Sie hockte sich unter einen Baum an den Rand des Parkplatzes. Vorsichtig schaltete sie ihr Implantat wieder ein, unterdrückte ihre ID und hielt es davon ab, sich automatisch mit dem Netz zu verbinden. Sie beobachtete das Gebäude.

Ihr Implantat verband sich mit dem lokalen Netzwerkknoten, filterte den verschlüsselten Datenverkehr heraus, glich die Datenströme an, bremste sie herunter und erzeugte eine visuelle Darstellung in ihrem Neokortex. Sie sah den Datenstrom der Bodega, den sie aus dem übrigen Netzwerk isoliert hatte sortierte den Teil mit der niedrigen Bandbreite heraus und wartete auf einen großen Brocken mit stärkerer Verschlüsselung. Und tatsächlich, ein größerer Datensatz wurde gesendet.

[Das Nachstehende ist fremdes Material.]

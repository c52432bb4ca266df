import type { Battery, Chemistry } from './domain';
import { isPlausible } from './plausibility';
import { cellVoltages, isLithium, millivoltExact, type CellVoltages } from './chemistry';
import { count, known, lacking, missingOf, positive, type Known } from './known';

/** One pack's electrical model, SI (V, ohm, A). */
export interface PackModel {
  readonly id: string;
  readonly name: string;
  readonly lithium: boolean;
  readonly chemistry: Chemistry;
  readonly retired: boolean;
  readonly cellsSeries: number;
  readonly nominalV: number;
  readonly fullV: number;
  readonly cutoffV: number;
  /** Null where cell resistance was never measured. */
  readonly resistanceOhm: number | null;
  readonly capacityMah: number;
  /** Current the continuous / burst C rating allows; lacking where the rating is not printed. */
  readonly continuousLimitA: Known;
  readonly burstLimitA: Known;
}

/** Pack resistance: series cells add, parallel strings divide. */
export function packResistance(cellResistanceOhm: number, cellsSeries: number, cellsParallel: number): number {
  return (cellsSeries * cellResistanceOhm) / cellsParallel;
}

/** Terminal voltage under load. */
export function loadedVoltage(openVoltageV: number, currentA: number, resistanceOhm: number): number {
  return openVoltageV - currentA * resistanceOhm;
}

/** Current a C rating allows: C × capacity in Ah. */
export function cRatingCurrent(cRating: number, capacityMah: number): number {
  return (cRating * capacityMah) / 1000;
}

/** The pack's model, or the names of the fields it cannot do without. */
export function packModel(battery: Battery): Known<PackModel> {
  const cells = cellVoltages(battery.chemistry);
  const series = count(battery.cellsSeries, 'battery.cellsSeries');
  const parallel = count(battery.cellsParallel, 'battery.cellsParallel');
  const capacity = positive(battery.capacityMah, 'battery.capacityMah');
  const chemistry: Known<CellVoltages> = cells ? known(cells) : lacking('battery.chemistry');
  if (series.value === null || parallel.value === null || capacity.value === null || chemistry.value === null) {
    return lacking(...missingOf(chemistry, series, parallel, capacity));
  }
  // Zero or an implausible figure counts as never measured: the model then takes the safe side.
  const cellR = positive(battery.cellResistanceOhm, 'battery.cellResistanceOhm');
  const cellOhm = cellR.value !== null && isPlausible('battery.cellResistanceOhm', cellR.value) ? cellR.value : null;
  const cCont = positive(battery.cRatingContinuous, 'battery.cRatingContinuous');
  const cBurst = positive(battery.cRatingBurst, 'battery.cRatingBurst');
  const s = series.value;
  return known({
    id: battery.id,
    name: battery.name,
    lithium: isLithium(battery.chemistry),
    chemistry: battery.chemistry,
    retired: battery.retired === true,
    cellsSeries: s,
    nominalV: millivoltExact(s * chemistry.value.nominalV),
    fullV: millivoltExact(s * chemistry.value.fullV),
    cutoffV: millivoltExact(s * chemistry.value.cutoffV),
    resistanceOhm: cellOhm === null ? null : packResistance(cellOhm, s, parallel.value),
    capacityMah: capacity.value,
    continuousLimitA: cCont.value === null ? cCont : known(cRatingCurrent(cCont.value, capacity.value)),
    burstLimitA: cBurst.value === null ? cBurst : known(cRatingCurrent(cBurst.value, capacity.value)),
  });
}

Wenig später verließ der Mexikaner den Laden mit einer Tüte von Einkäufen.

Cat sah sich die Daten in ihrem Kopf von allen Seiten an, versuchte sie zu verstehen. Das musste die Zahlung des Mannes gewesen sein. Sie machte sich keine große Hoffnung, das Paket zu entschlüsseln, um hineinsehen zu können. Vermutlich konnte das niemand, abgesehen von einer Monster-KI mit Zehntausenden von Prozessoren. Wenn sie es schon nicht entschlüsseln konnte, dann könnte sie es aber vielleicht reproduzieren. Sie müsste dazu dieselben Dinge in der gleichen Menge wie der vorhergehende Kunde kaufen und dann den Zeitstempel zurücksetzen, sodass der Laden die Zahlung akzeptieren würde …

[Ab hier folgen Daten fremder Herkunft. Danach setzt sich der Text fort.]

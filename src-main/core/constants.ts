// Physical constants the physics uses, in SI.

/** Standard acceleration of gravity, m/s² (exact, 3rd CGPM 1901). */
export const STANDARD_GRAVITY = 9.80665;

/** Air density at ISA sea level (15 °C, 101 325 Pa), kg/m³. */
export const AIR_DENSITY = 1.225;

/**
 * Fresh water density, kg/m³. Rounded: fresh water is 999.97 kg/m³ at 4 °C and about 998 kg/m³
 * at 20 °C (handbook values); the 0.2 % difference is far below the spread of propeller
 * coefficients, so the round figure is used for boats.
 */
export const FRESH_WATER_DENSITY = 1000;

/**
 * Sea water density, kg/m³: the usual round figure for surface sea water (about 35 g/kg
 * salinity, 15 °C gives about 1025.9 kg/m³ by the UNESCO 1980 equation of state of sea water;
 * from memory). Denser than fresh water, so a propeller in the sea asks for more current.
 */
export const SEA_WATER_DENSITY = 1025;

/** Speed of sound in air at ISA sea level (15 °C), m/s (ISO 2533:1975, ICAO Doc 7488). */
export const SPEED_OF_SOUND_SEA_LEVEL = 340.294;

/**
 * Share of the speed of sound a propeller tip may reach before the prop-tip-speed rule reads
 * over. Common practice keeps tip Mach under about 0.85: above it compressibility losses and
 * noise climb steeply and small propellers are loaded beyond what they are designed for.
 */
export const PROP_TIP_MACH_LIMIT = 0.85;

/**
 * Length of the full-throttle run from standstill the continuous current is judged over, when a
 * build sets none: about a club straight at full throttle. Our own default, stated on the sheet.
 */
export const DEFAULT_RUN_LENGTH_S = 4;

/**
 * Share of the weight on the driven axle of a 2WD car or truck when none is recorded. Rear-drive
 * buggies and trucks carry about 60–65 % on the rear axle at rest and launch moves more weight
 * rearward (common practice, from memory); 0.7 keeps the launch current on the high side.
 */
export const DEFAULT_2WD_DRIVEN_SHARE = 0.7;

/**
 * Packs joined in parallel should be within this voltage per cell of each other when they are
 * connected (common practice, from memory): more and the fuller pack drives a large current
 * into the other.
 */
export const PARALLEL_MATCH_VOLTS_PER_CELL = 0.1;

/** Cell voltage at which a controller rated only in cells is taken to be rated (LiPo full charge). */
export const CONTROLLER_VOLTS_PER_RATED_CELL = 4.2;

Vermutlich könnte sie das hinbekommen. Was sie noch brauchte, waren ein paar Kunden. Sie wartete. Der Straßenverkehr war träge und niemand kam. Ihr Magen knurrte wieder. Dann erschienen plötzlich zwei Personen zu Fuß und eine weitere in einem verbeulten Elektro-Kleinlaster. Sie erhob sich und ging zusammen mit ihnen in den Laden. Sie tat so, als würde sie sich die Waren ansehen, während sie ihre Augen wachsam auf die anderen Kunden gerichtet hatte. Der Besitzer stand hinter dem Tresen und beobachtete sie, aber sie ignorierte seine Blicke. Eine Frau ging nach hinten in den Laden, holte Bier und ein paar Nahrungsmittel. Ein Mann schenkte sich einen Kaffee ein. Die letzte Kundin stand vorne bei der Kasse. Sie nahm zwei Cash-Karten zu je fünfzig Dollar und reichte sie dem Inhaber.

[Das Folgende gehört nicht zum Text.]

// One build's verdict: every supply on its own (figures, findings, status), the build taking
// the worst supply's status. Pure: it runs inside the store's re-check transaction for
// thousands of builds at a time, and in the renderer for swap previews.

import { buildInputs, type BuildInputs } from './build-inputs';
import { classFindings, classRulesFor } from './class-rules';
import { PROP_TIP_MACH_LIMIT, SPEED_OF_SOUND_SEA_LEVEL } from './constants';
import type { BuildContext, BuildVerdict, Figures, Finding, Status, Supply, SupplyVerdict } from './domain';
import { rolloutMm, speedKmhAt } from './drivetrain';
import { known, lacking, missingOf, type Known } from './known';
import { torqueConstant } from './motor';
import { operate } from './operating-model';
import { checkLimit, type LimitCheck } from './rule-check';
import { RULE_TEXT, SUPPLY_MATCH_RULE_ID, type BuiltInRuleId } from './rules';
import { compareStatus } from './status';
import { supplyModel, type SupplyModel } from './supply';
import { tightThresholdFor } from './threshold';

/** Stands in for a build without supplies, so its verdict still says what is missing. */
const NO_SUPPLY: Supply = { id: '', arrangement: 'series', batteryIds: [] };

const AIR_KINDS: readonly string[] = ['multirotor', 'plane'];

export interface EvaluateOptions {
  /**
   * Write the findings' sentences (default true). A re-check stores statuses and list figures
   * only, so it skips them: composing text is most of an evaluation's cost.
   */
  messages?: boolean;
}

export function evaluateBuild(ctx: BuildContext, options?: EvaluateOptions): BuildVerdict {
  const messages = options?.messages ?? true;
  const inputs = buildInputs(ctx);
  const classRules = classRulesFor(ctx.classRules, ctx.vehicle?.className);
  const threshold = tightThresholdFor(ctx.build.tightThreshold, classRules, ctx.defaultTightThreshold);
  const supplies = ctx.build.supplies.length > 0 ? ctx.build.supplies : [NO_SUPPLY];
  const verdicts: SupplyVerdict[] = [];
  for (const supply of supplies) {
    const model =
      supply === NO_SUPPLY ? lacking<SupplyModel>('build.supplies') : supplyModel(supply, ctx.batteries);
    verdicts.push(evaluateSupply(inputs, supply, model, classRules, threshold, messages));
  }
  let status: Status = 'clear';
  for (const v of verdicts) if (compareStatus(v.status, status) < 0) status = v.status;
  return { buildId: ctx.build.id, status, supplies: verdicts };
}

function times(a: Known, b: Known, f: (x: number, y: number) => number): Known {
  return a.value !== null && b.value !== null ? known(f(a.value, b.value)) : lacking(...missingOf(a, b));
}

const product = (x: number, y: number): number => x * y;
const quotient = (x: number, y: number): number => x / y;

/** Overflowed values from absurd inputs count as unusable rather than reaching a finding. */
function finite(k: Known): Known {
  return k.value === null || Number.isFinite(k.value) ? k : lacking();
}

interface RuleEnv {
  findings: Finding[];
  threshold: number;
  lithium: boolean;
  several: boolean;
  modelAssumed: readonly string[];
  messages: boolean;
}

function pushRule(env: RuleEnv, id: BuiltInRuleId, value: Known, limit: Known, source?: 'model' | 'measured'): void {
  const t = RULE_TEXT[id];
  const check: LimitCheck = {
    rule: id,
    unit: t.unit,
    value: finite(value),
    limit: finite(limit),
    tightThreshold: t.ratedMaximum ? 0 : env.threshold,
    what: env.several && t.perMotor ? `${t.what} per motor` : t.what,
    limitName: t.limitName,
    risk: env.lithium && t.riskLithium ? t.riskLithium : t.risk,
    fix: t.fix,
    tightHint: t.tightHint,
    messages: env.messages,
  };
  if (source) check.source = source;
  if (source === 'model' && env.modelAssumed.length > 0) check.assumed = env.modelAssumed;
  env.findings.push(checkLimit(check));
}

function evaluateSupply(
  inp: BuildInputs,
  supply: Supply,
  model: Known<SupplyModel>,
  classRules: BuildContext['classRules'],
  threshold: number,
  messages: boolean,
): SupplyVerdict {
  const s = model.value;
  const supplyLack = model.missing ?? [];
  const noSupply = lacking(...supplyLack);
  const nominalV = s ? known(s.nominalV) : noSupply;
  const fullV = s ? known(s.fullV) : noSupply;
  const cutoffV = s ? known(s.cutoffV) : noSupply;
  const capacityMah = s ? known(s.capacityMah) : noSupply;
  const packR: Known = s ? (s.resistanceOhm === null ? lacking('battery.cellResistanceOhm') : known(s.resistanceOhm)) : noSupply;

  const kt = inp.kv.value !== null ? known(torqueConstant(inp.kv.value)) : inp.kv;
  const noLoadRpm = times(inp.kv, nominalV, product);
  const noLoadRpmFull = times(inp.kv, fullV, product);
  const rollout = times(inp.tireDiameterMm, inp.finalDrive, rolloutMm);
  const theoretical =
    noLoadRpm.value !== null && inp.finalDrive.value !== null && inp.tireDiameterMm.value !== null
      ? known(speedKmhAt(noLoadRpm.value, inp.finalDrive.value, inp.tireDiameterMm.value))
      : lacking(...missingOf(noLoadRpm, inp.finalDrive, inp.tireDiameterMm));

  const op = operate(inp, model);
  const n = inp.motorCount.value;

  // Measured currents are for the whole supply; the model's are per motor.
  const peakSource = inp.measuredPeakA ? 'measured' : 'model';
  const contSource = inp.measuredAverageA ? 'measured' : 'model';
  const peakA: Known = inp.measuredPeakA ?? times(op.peakMotorA, inp.motorCount, product);
  const contA: Known = inp.measuredAverageA ?? times(op.continuousMotorA, inp.motorCount, product);
  const motorPeakA = times(peakA, inp.motorCount, quotient);
  const motorContA = times(contA, inp.motorCount, quotient);

  const rPackModel = s?.modelResistanceOhm ?? 0;
  const loadedV =
    peakA.value !== null && fullV.value !== null ? known(Math.max(0, fullV.value - peakA.value * rPackModel)) : lacking(...missingOf(peakA, fullV));
  const peakPowerW = peakA.value !== null && loadedV.value !== null ? known(peakA.value * loadedV.value) : loadedV;
  const loadedVoltageV = packR.value === null ? lacking(...missingOf(loadedV, packR)) : loadedV;
  // Power at the motor's own terminals: the pack drop of all motors and its controller's drop come off.
  const motorPeakPowerW =
    motorPeakA.value !== null && fullV.value !== null && n !== null
      ? known(motorPeakA.value * Math.max(0, fullV.value - motorPeakA.value * (n * rPackModel + inp.controllerResistanceOhm)))
      : lacking(...missingOf(motorPeakA, fullV, inp.motorCount));

  const anyCurrent = peakA.value !== null || contA.value !== null;
  const entries: Record<string, Known> = {
    packVoltageNominalV: nominalV,
    packVoltageFullV: fullV,
    packVoltageCutoffV: cutoffV,
    packResistanceOhm: packR,
    capacityMah,
    torqueConstantNmPerA: kt,
    noLoadRpm,
    noLoadRpmFull,
    finalDriveRatio: inp.finalDrive,
    rolloutMm: rollout,
    theoreticalSpeedKmh: theoretical,
    loadedTopSpeedKmh: op.loadedTopSpeedKmh,
    peakCurrentA: peakA,
    continuousCurrentA: contA,
    peakPowerW,
    loadedVoltageV,
    thrustN: op.thrustN,
    tipSpeedMps: op.tipSpeedMps,
    loadedRpm: op.loadedRpm,
    loadedRpmFull: op.loadedRpmFull,
    motorPeakCurrentA: motorPeakA,
    motorContinuousCurrentA: motorContA,
    motorPeakPowerW,
  };
  const figures: Figures = {
    packVoltageNominalV: null,
    packVoltageFullV: null,
    packVoltageCutoffV: null,
    packResistanceOhm: null,
    capacityMah: null,
    torqueConstantNmPerA: null,
    noLoadRpm: null,
    noLoadRpmFull: null,
    finalDriveRatio: null,
    rolloutMm: null,
    theoreticalSpeedKmh: null,
    loadedTopSpeedKmh: null,
    peakCurrentA: null,
    continuousCurrentA: null,
    peakPowerW: null,
    loadedVoltageV: null,
    thrustN: null,
    tipSpeedMps: null,
    currentSource: anyCurrent ? (inp.measuredPeakA || inp.measuredAverageA ? 'measured' : 'model') : null,
    peakCurrentSource: peakA.value !== null ? peakSource : null,
    continuousCurrentSource: contA.value !== null ? contSource : null,
  };
  const figureMissing: Record<string, readonly string[]> = {};
  for (const key in entries) {
    const k = entries[key];
    if (!k) continue;
    // Absurd inputs can overflow; a figure is a finite number or null, never NaN or Infinity.
    if (k.value !== null && Number.isFinite(k.value)) figures[key] = k.value;
    else figureMissing[key] = k.missing ?? [];
  }

  const findings: Finding[] = [];
  if (s?.mismatch) findings.push(mismatchFinding(s));

  const modelAssumed: string[] = [];
  if (s && s.resistanceOhm === null) modelAssumed.push('battery.cellResistanceOhm');
  if (inp.controllerResistanceAssumed) modelAssumed.push('controller.resistanceOhm');
  const env: RuleEnv = { findings, threshold, lithium: s?.lithium ?? true, several: n !== null && n > 1, modelAssumed, messages };
  pushRule(env, 'controller-voltage', fullV, inp.controllerMaxVoltageV);
  pushRule(env, 'motor-voltage', fullV, inp.motorMaxVoltageV);
  pushRule(env, 'motor-speed', noLoadRpmFull, inp.motorMaxRpm);
  pushRule(env, 'battery-continuous', contA, s ? s.continuousLimitA : noSupply, contSource);
  pushRule(env, 'battery-burst', peakA, s ? s.burstLimitA : noSupply, peakSource);
  pushRule(env, 'controller-continuous', motorContA, inp.controllerContinuousA, contSource);
  pushRule(env, 'controller-burst', motorPeakA, inp.controllerBurstA, peakSource);
  pushRule(env, 'motor-current', motorPeakA, inp.motorMaxCurrentA, peakSource);
  pushRule(env, 'motor-power', motorPeakPowerW, inp.motorMaxPowerW, peakSource);
  const kind = inp.kind.value;
  if ((kind !== null && AIR_KINDS.includes(kind)) || (kind === null && inp.hasPropeller)) {
    pushRule(env, 'prop-tip-speed', op.tipSpeedMps, known(PROP_TIP_MACH_LIMIT * SPEED_OF_SOUND_SEA_LEVEL));
  }
  for (const f of classFindings(classRules, figures, figureMissing, threshold)) findings.push(f);

  return {
    supplyId: supply.id,
    batteryIds: [...supply.batteryIds],
    status: worstFindingStatus(findings),
    figures,
    findings,
  };
}

function worstFindingStatus(findings: readonly Finding[]): Status {
  let status: Status = 'clear';
  for (const f of findings) if (compareStatus(f.status, status) < 0) status = f.status;
  return status;
}

/** Parallel packs at different voltages, reported as the higher voltage against the lower. */
function mismatchFinding(s: SupplyModel): Finding {
  let hi = -Infinity;
  let lo = Infinity;
  for (const p of s.packs) {
    hi = Math.max(hi, p.fullV);
    lo = Math.min(lo, p.fullV);
  }
  if (hi === lo) {
    // Same full voltage from different chemistries: the nominal voltages still differ.
    hi = -Infinity;
    lo = Infinity;
    for (const p of s.packs) {
      hi = Math.max(hi, p.nominalV);
      lo = Math.min(lo, p.nominalV);
    }
  }
  return {
    rule: SUPPLY_MATCH_RULE_ID,
    status: 'over',
    value: hi,
    limit: lo,
    unit: 'V',
    margin: lo > 0 ? (lo - hi) / lo : -1,
    message: s.mismatch ?? '',
  };
}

Beim Anblick der Cash-Karten stand Cat reglos da und konzentrierte sich nur auf die Transaktion. Der Ladenbesitzer zog die Karten durch die Kasse. Daten strömten weiß durch Cats Gesichtsfeld und sie griff nach den Datenpaketen und synchronisierte den Informationsstrom mit dem exakten Zeitpunkt der Transaktion.

Als die Frau ging, näherte Cat sich der Kasse. Sie nahm zwei identische Cash-Karten und reichte sie dem Ladenbesitzer. Der sah sie misstrauisch an. Sie sagte nichts, konzentrierte sich nur auf die Vollständigkeit der Daten in ihrem Kopf. Er zog die Karten durch und deutete dann mit dem Kopf zum ID-Leser.